A vampire virus may be hiding inside your patient, possibly leading to anti-viral discoveries

By Lisa Marie Basile | Fact-checked by Jessica Wrubel
Published November 22, 2023

Key Takeaways

  • Researchers have discovered a ‘vampire virus’—a virus that latches onto the neck of another virus. The virus is known as a phage, or a virus that latches onto bacterium. 

  • The vampire virus, nicknamed MiniFlayer, has developed a never-before-seen evolutionary appendage connecting to another virus's neck.

  • Researchers believe this discovery could lead to the development of new antiviral strategies

For the first time,  researchers at the University of Maryland have discovered what’s been dubbed a novel “vampire virus,” or a virus that latches onto another virus’ neck.[]

The vampire virus was found by undergraduate students at the University of Maryland looking for phages (or viruses that latch onto bacterium) within soil samples from St. Louis, MO, and Poolesville, MD. They discovered the vampire virus—or satellite phage, nicknamed ‘MiniFlayer’—in the soil bacterium Streptomyces scabiei. MiniFlayer was found to be working with a helper virus, MindFlayer—a bacterium that infects Streptomyces.[]

Ivan Erill, a professor in the Department of Biological Sciences at the University of Maryland Baltimore County, recently described the discovery of this “vampire virus” in Scientific American, writing, “When a virus enters a cell, it can either go dormant or start replicating right away…Sometimes a virus enters a cell only to find that its new temporary dwelling is already home to another dormant virus.”[]

What happens then is one of two things, he says: They’ll either battle for control of the cell or, in this case, the virus already living in the cell attacks the virus that’s trying to move in.[]

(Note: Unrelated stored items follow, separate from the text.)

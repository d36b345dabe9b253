/**
 * The tight-binding and partial families in the analysis, on invented simulated data: the family
 * and mechanism called, the enzyme concentration from the option, a column or fitted, the JSON
 * contract additions, the batch row, and that a classic-only analysis is unchanged.
 */
import { describe, expect, it } from 'vitest';
import { mkdtempSync, writeFileSync } from 'node:fs';
import { tmpdir } from 'node:os';
import { join } from 'node:path';
import { analyzeTable } from '../../src/analysis/analyze-table.js';
import { analysisJson } from '../../src/report/results-json.js';
import { summarizeAnalysis } from '../../src/batch/summarize.js';
import { simulateModelRates } from '../../src/simulate/simulate-model.js';
import { tableFromPoints } from '../../src/simulate/table-from-points.js';
import { lookupModel } from '../../src/models/registry.js';
import { parseRateText } from '../../src/input/parse-rate-text.js';
import { oneParameterTest, TIGHT_BINDING_RATIO } from '../../src/evidence/selection/family-comparison.js';
import { morrisonFractions } from '../../src/models/morrison.js';
import { renderFigures } from '../../src/figures/render-figures.js';
import { fractionalActivity } from '../../src/figures/fractional-activity.js';
import type { RatePoint } from '../../src/input/types.js';
import { runCaptured } from '../helpers/cli-capture.js';


const S = [2, 4, 7, 10, 15, 25, 50, 100];
const sim = (model: string, params: Record<string, number>, inhibitor: number[], seed: number, enzyme?: number): RatePoint[] =>
  simulateModelRates({ model: lookupModel(model)!, params, substrate: S, inhibitor, enzyme, replicates: 3, noise: 'proportional', noiseLevel: 0.04, seed });
const tableOf = (points: RatePoint[]) => tableFromPoints(points, { source: 'sim.csv', units: { substrate: 'uM', inhibitor: 'nM', rate: 'nM/s' } });

const tbPoints = sim('tight-binding competitive', { Vmax: 100, Km: 10, Ki: 1 }, [0, 2.5, 5, 10, 20, 40], 2024, 5);

describe('tight binding, [E]t given', () => {
  const result = analyzeTable(tableOf(tbPoints), { errorModel: 'proportional', enzyme: { value: 5, unit: 'nM' } });
  it('calls tight-binding competitive with the true Ki inside the profile interval, where the classic models do not', () => {
    expect(result.family.family).toBe('tight-binding');
    expect(result.verdict.mechanism).toBe('competitive');
    expect(result.verdict.headline).toMatchObject({ code: 'tight-binding', mechanism: 'competitive', unit: 'nM', constant: { name: 'Ki' } });
    expect(result.verdict.reasons[0]).toEqual({ code: 'enzyme-near-constant', enzyme: 5, unit: 'nM', ratio: TIGHT_BINDING_RATIO, name: 'Ki' });
    const m = result.familyModels!.find((x) => x.modelId === 'tight-binding competitive')!;
    const ki = m.estimates.find((e) => e.name === 'Ki')!;
    expect(ki.profile![0]!).toBeLessThan(1);
    expect(ki.profile![1]!).toBeGreaterThan(1);
    const classic = analyzeTable(tableOf(tbPoints), { errorModel: 'proportional' });
    // ignoring depletion, the classic models do not reach the right firm call (issue 10: "mixed ranks first, not firm")
    expect(classic.family.family).toBe('classic');
    expect(classic.verdict.decisive && classic.verdict.mechanism === 'competitive').toBe(false);
  });
  it('writes the JSON contract additions', () => {
    const json = analysisJson(result) as any;
    expect(json.input.enzyme).toEqual({ value: 5, unit: 'nM', source: 'option' });
    expect(json.verdict.family).toBe('tight-binding');
    expect(json.verdict.mechanism).toBe('competitive');
    expect(json.models.filter((m: any) => m.family === 'classic')).toHaveLength(5);
    expect(json.models.filter((m: any) => m.family === 'tight-binding').map((m: any) => m.mechanism).sort()).toEqual(['competitive', 'mixed', 'noncompetitive', 'uncompetitive']);
    const row = summarizeAnalysis(result);
    expect(row.family).toBe('tight-binding');
    expect(row.Ki!.interval).toBe('profile');
  });
  it('reads [E]t from an enzyme column (with its unit) exactly as from the option', () => {
    const csv = ['substrate (uM),inhibitor (nM),rate (nM/s),enzyme (uM)', ...tbPoints.map((p) => `${p.substrate},${p.inhibitor},${p.rate},0.005`)].join('\n');
    const [table] = parseRateText(csv, { source: 'col.csv' });
    const fromColumn = analyzeTable(table, { errorModel: 'proportional' });
    expect(fromColumn.enzyme).toEqual({ value: 5, unit: 'nM', source: 'column' });
    expect(fromColumn.verdict.headline).toEqual(result.verdict.headline);
  });
  it('a classic inhibitor with [E]t far below Ki keeps the classic call, verdict unchanged', () => {
    const points = sim('competitive', { Vmax: 100, Km: 10, Ki: 1 }, [0, 0.5, 1, 2, 4], 77);
    const plain = analyzeTable(tableOf(points), { errorModel: 'proportional' });
    const withE = analyzeTable(tableOf(points), { errorModel: 'proportional', enzyme: { value: 0.01, unit: 'nM' } });
    expect(withE.family.family).toBe('classic');
    expect(withE.verdict).toEqual(plain.verdict);
    expect(withE.family.reasons[0]).toMatchObject({ code: 'enzyme-negligible', enzyme: 0.01, ratio: TIGHT_BINDING_RATIO });
  });
  it('the fractional-activity figure draws the fitted curves from the model itself (v/v0 = Ef/E)', () => {
    const m = result.familyModels!.find((x) => x.modelId === 'tight-binding competitive')!;
    const [vmax, km, ki] = m.fit.params;
    void vmax;
    for (const [s, i] of [[2, 5], [50, 10], [10, 40]]) {
      expect(fractionalActivity(m, s, i, 5)).toBeCloseTo(morrisonFractions(5, i, ki * (1 + s / km)).activity, 12);
    }
    const fig = renderFigures(result).find((f) => f.id === 'fig-fractional-activity')!;
    expect(fig).toBeDefined();
    expect((fig.svg.match(/class="model-line"/g) ?? []).length).toBe(S.length);
    expect((fig.svg.match(/class="runner-up-line"/g) ?? []).length).toBe(S.length);
  });
});

describe('tight binding, [E]t fitted', () => {
  it('identifies [E]t when [I] spans it, and says so plainly when it cannot', () => {
    const points = sim('tight-binding noncompetitive (Et fitted)', { Vmax: 60, Km: 10, Ki: 0.5, Et: 4 }, [0, 1, 2, 3, 4, 6, 8], 31);
    const r = analyzeTable(tableOf(points), { errorModel: 'proportional', enzyme: 'fit' });
    expect(r.family.family).toBe('tight-binding');
    expect(r.verdict.mechanism).toBe('noncompetitive');
    const et = r.familyModels!.find((x) => x.modelId === r.family.model)!.estimates.find((e) => e.name === 'Et')!;
    expect(et.profile![0]!).toBeLessThan(4);
    expect(et.profile![1]!).toBeGreaterThan(4);
    const classicPoints = sim('noncompetitive', { Vmax: 60, Km: 10, Ki: 50 }, [0, 25, 50, 100, 200], 32);
    const c = analyzeTable(tableOf(classicPoints), { errorModel: 'proportional', enzyme: 'fit' });
    expect(c.family.family).toBe('classic');
    expect(c.family.reasons.map((r) => r.code)).toContain('enzyme-not-identifiable');
    expect((analysisJson(c) as any).input.enzyme).toBe('fitted');
  });
});

describe('partial inhibition', () => {
  it('partial noncompetitive, Ki 50 nM, 20% residual activity: named with beta and its interval', () => {
    const points = sim('partial noncompetitive', { Vmax: 100, Km: 10, Ki: 50, beta: 0.2 }, [0, 25, 50, 100, 200, 400, 800], 5);
    const r = analyzeTable(tableOf(points), { errorModel: 'proportional', partial: true });
    expect(r.family.family).toBe('partial');
    expect(r.verdict.mechanism).toBe('noncompetitive');
    expect(r.verdict.headline).toMatchObject({ code: 'partial', mechanism: 'noncompetitive', constant: { name: 'Ki' }, beta: { name: 'beta' } });
    const json = analysisJson(r) as any;
    const m = json.models.find((x: any) => x.model === 'partial noncompetitive');
    expect(m.params.beta.profile95[0]).toBeLessThan(0.2);
    expect(m.params.beta.profile95[1]).toBeGreaterThan(0.2);
    expect(Object.keys(m.params.beta)).toEqual(expect.arrayContaining(['value', 'se', 'ci95', 'profile95']));
    expect(summarizeAnalysis(r).beta!.interval).toBe('profile');
  });
  it('bootstrap intervals cover every new parameter of the called model (beta included)', () => {
    const points = sim('partial noncompetitive', { Vmax: 100, Km: 10, Ki: 50, beta: 0.2 }, [0, 25, 50, 100, 200, 400, 800], 6);
    const r = analyzeTable(tableOf(points), { errorModel: 'proportional', partial: true, profile: false, bootstrap: { resamples: 40, seed: 3 } });
    const m = r.familyModels!.find((x) => x.modelId === r.family.model)!;
    for (const e of m.estimates) {
      expect(e.bootstrapPercentile, e.name).toBeDefined();
      expect(e.bootstrapPercentile![0]).toBeLessThanOrEqual(e.value!);
      expect(e.bootstrapPercentile![1]).toBeGreaterThanOrEqual(e.value!);
    }
    const json = analysisJson(r) as any;
    expect(json.models.find((x: any) => x.model === r.family.model).params.beta.bootPercentile95).toHaveLength(2);
  });
  it('full inhibition is a boundary: p is half the chi-square(1) tail (Self & Liang 1987, case 5)', () => {
    // chi-square(1) upper 10% point 2.7055 (standard tables)
    expect(oneParameterTest(0, 2.7055 / 2, true).p).toBeCloseTo(0.05, 4);
    expect(oneParameterTest(0, 2.7055 / 2, false).p).toBeCloseTo(0.1, 4);
    expect(oneParameterTest(0, 0, true).p).toBe(1);
  });
});

describe('classic-only analysis is unchanged', () => {
  it('no family fitted, the verdict is the classic one, nothing added but the classic family', () => {
    const points = sim('mixed', { Vmax: 100, Km: 10, Ki: 2, Kiu: 10 }, [0, 1, 2, 4, 8], 9);
    const r = analyzeTable(tableOf(points), { errorModel: 'proportional' });
    expect(r.familyModels).toBeUndefined();
    expect(r.enzyme).toBeNull();
    expect(r.family.family).toBe('classic');
    expect(r.family.mechanism).toBe(r.verdict.mechanism);
    expect(renderFigures(r).some((f) => f.id === 'fig-fractional-activity')).toBe(false);
  });
  it('a Ki below the lowest [I] without [E]t gives the hint to supply it', () => {
    const r = analyzeTable(tableOf(tbPoints), { errorModel: 'proportional' });
    expect(r.family.suggestions).toContainEqual(expect.objectContaining({ code: 'give-enzyme', unit: 'nM', constant: expect.objectContaining({ name: 'Ki' }) }));
  });
});

describe('command line', () => {
  const dir = mkdtempSync(join(tmpdir(), 'mechanist-families-'));
  const file = join(dir, 'tb.csv');
  writeFileSync(file, ['substrate (uM),inhibitor (nM),rate', ...tbPoints.map((p) => `${p.substrate},${p.inhibitor},${p.rate}`)].join('\n') + '\n');
  const run = (args: string[]) => runCaptured(args, dir);
  it('--enzyme 5nM gives the tight-binding call; a value without a unit is a usage error (exit 2)', async () => {
    const ok = await run(['analyze', file, '--error', 'proportional', '--enzyme', '5nM', '--json', '--no-profile']);
    expect(ok.code).toBe(0);
    expect(JSON.parse(ok.out).verdict.family).toBe('tight-binding');
    const bad = await run(['analyze', file, '--enzyme', '5']);
    expect(bad.code).toBe(2);
    expect(bad.err).toMatch(/--enzyme: "5" needs a unit/);
    for (const text of ['abc', '0nM']) {
      const r = await run(['analyze', file, '--enzyme', text]);
      expect(r.code).toBe(2);
      expect(r.err).toBe(`mechanist: option --enzyme: "${text}" is not a positive concentration with a unit (for example 5nM) or "fit"\n`);
    }
    // the unit is read by the same reader as every other concentration: any case where unambiguous
    const lower = await run(['analyze', file, '--error', 'proportional', '--enzyme', '5nm', '--json', '--no-profile']);
    expect(JSON.parse(lower.out).verdict.family).toBe(JSON.parse(ok.out).verdict.family);
  });
  it('a bad enzyme cell stops with file and line (exit 2)', async () => {
    const f = join(dir, 'bad.csv');
    writeFileSync(f, 'substrate,inhibitor,rate,enzyme\n1,0,1,5\n2,0,1.5,5\n4,0,2,x\n8,1,2,5\n16,1,3,5\n1,2,0.5,5\n32,2,1.2,5\n'); // 7 points: the analysis floor
    const r = await run(['analyze', f]);
    expect(r.code).toBe(2);
    expect(r.err).toMatch(/bad\.csv:4: the enzyme column holds "x"/);
  });
});

describe('figure curves come from the model itself', () => {
  it('the rate curves and the fractional-activity curves call the drawn model\'s own rate function', () => {
    const result = analyzeTable(tableOf(tbPoints), { errorModel: 'proportional', enzyme: { value: 5, unit: 'nM' }, profile: false });
    const drawn = result.familyModels!.find((x) => x.modelId === result.family.model)!;
    const own = drawn.fit.model;
    let calls = 0;
    const seen = new Set<number | undefined>();
    drawn.fit = { ...drawn.fit, model: { ...own, rate: (p, s, i, e) => (calls++, seen.add(e), own.rate(p, s, i, e)) } };
    const figures = renderFigures(result);
    expect(calls).toBeGreaterThan(2 * 81 * 6); // two rate-curve figures x 81 points x 6 [I] levels, plus the fractional activity
    expect([...seen]).toEqual([5]); // always with the analysis' [E]t
    expect(figures.find((f) => f.id === 'fig-rate-curves')!.svg).toContain('tight-binding competitive (global fit)');
  });
});

describe('report page', () => {
  it('shows the hint to give [E]t in the verdict section when the call stays classic', async () => {
    const { verdictSection } = await import('../../src/report/html/sections/verdict-section.js');
    const r = analyzeTable(tableOf(tbPoints), { errorModel: 'proportional', profile: false });
    expect(verdictSection(r)).toContain('--enzyme');
    const plain = analyzeTable(tableOf(sim('mixed', { Vmax: 100, Km: 10, Ki: 2, Kiu: 10 }, [0, 1, 2, 4, 8], 9)), { errorModel: 'proportional', profile: false });
    expect(verdictSection(plain)).not.toContain('Tight binding and partial inhibition');
  });
});

describe('cautions', () => {
  it('replace the "[E] well below Ki" caution when [E]t was given, and add the plateau caution for partial fits', async () => {
    const { cautionsSection, CAUTIONS } = await import('../../src/report/html/sections/cautions-section.js');
    const r = analyzeTable(tableOf(tbPoints), { errorModel: 'proportional', enzyme: { value: 5, unit: 'nM' }, partial: true, profile: false });
    const html = cautionsSection(r);
    expect(html).toContain('active-site titration');
    expect(html).not.toContain('must be well below Ki');
    expect(html).toContain('solubility limit');
    expect(cautionsSection()).toContain('must be well below Ki');
    expect(CAUTIONS.length).toBe(8);
  });
});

MiniFlayer didn’t just wait dormantly, however. It evolved a small appendage with which to attack the incoming virus. “MiniFlayer tail fibers absorb specifically to neck proteins of MindFlayer, which were not observed to be attached to any other location on the helper,” researchers write in Nature. And according to those findings, “No satellite viruses infecting bacterial hosts have been reported to date, but several families of satellite nucleic acids have been described and are commonly referred to as phage satellites.”[]

But why would MiniFlayer do this? Kirsten Hokeness, PhD, an immunologist and virologist, and director of Bryant University’s School of Health and Behavioral Sciences, explains that when a virus becomes replication-defective, it has to find a creative way to replicate.

“These ‘satellite’ viruses create a unique relationship with a ‘helper’ virus that will aid in replication,” Hokeness says. “Most times these satellites will hide in host cells and wait for another virus to infect the host and then solicit help from them.”

The ‘vampire virus’ can’t hide in the host cell and wait for help like some of its counterparts. “So as evolution goes, the virus had to figure out how to keep infecting, so it latched directly onto a helper virus so they can infect and replicate together,” Hokeness continues. Some of this isn’t entirely groundbreaking. Researchers have long known of virus-attacking viruses (viral satellites). For example, “In humans, the hepatitis D virus uses the hepatitis B virus as a helper to replicate—causing hepatitis,” Hokeness says.[]

What does this discovery mean for clinicians?

Researchers are already working with phages, Erill notes. He points to research published in Pulmonary Therapy, which found that  “Mycobacteriophages—viruses that infect Mycobacterium hosts—show promise as therapeutic agents for non-tuberculous mycobacterium infections and have been used in 20 compassionate use cases.” However, MiniFlayer’s never-seen-before ability to selectively attach itself to another virus is something that researchers hope could be used to develop drug delivery treatments or to target selectively viruses. He hopes this is in a not-so-distant future.

Thus far, the research is basic and preliminary, though Erill tells MDLinx. “The implications down the line, and especially in a clinical setting, are hard to anticipate,” he says. “I believe that satellite-helper systems, where two viruses are deadlocked in an evolutionary arms race to best each other, pose a very interesting opportunity to discover new antiviral strategies.”

How might this work? “If the two entities fighting are viruses, their biological warfare must necessarily center on deploying mechanisms to interfere with the other virus' ability to replicate, which is pretty much the definition of an antiviral system or compound,” Erill explains. Hokeness also shares these hopes for new treatments. “The more we know, the better we are armed in combating current and future infections…What we have seen is that this symbiotic relationship in bacterial viruses can help to drive antibacterial resistance. Therefore, limiting these interactions may prove beneficial for averting the spread of resistance genes,” she says.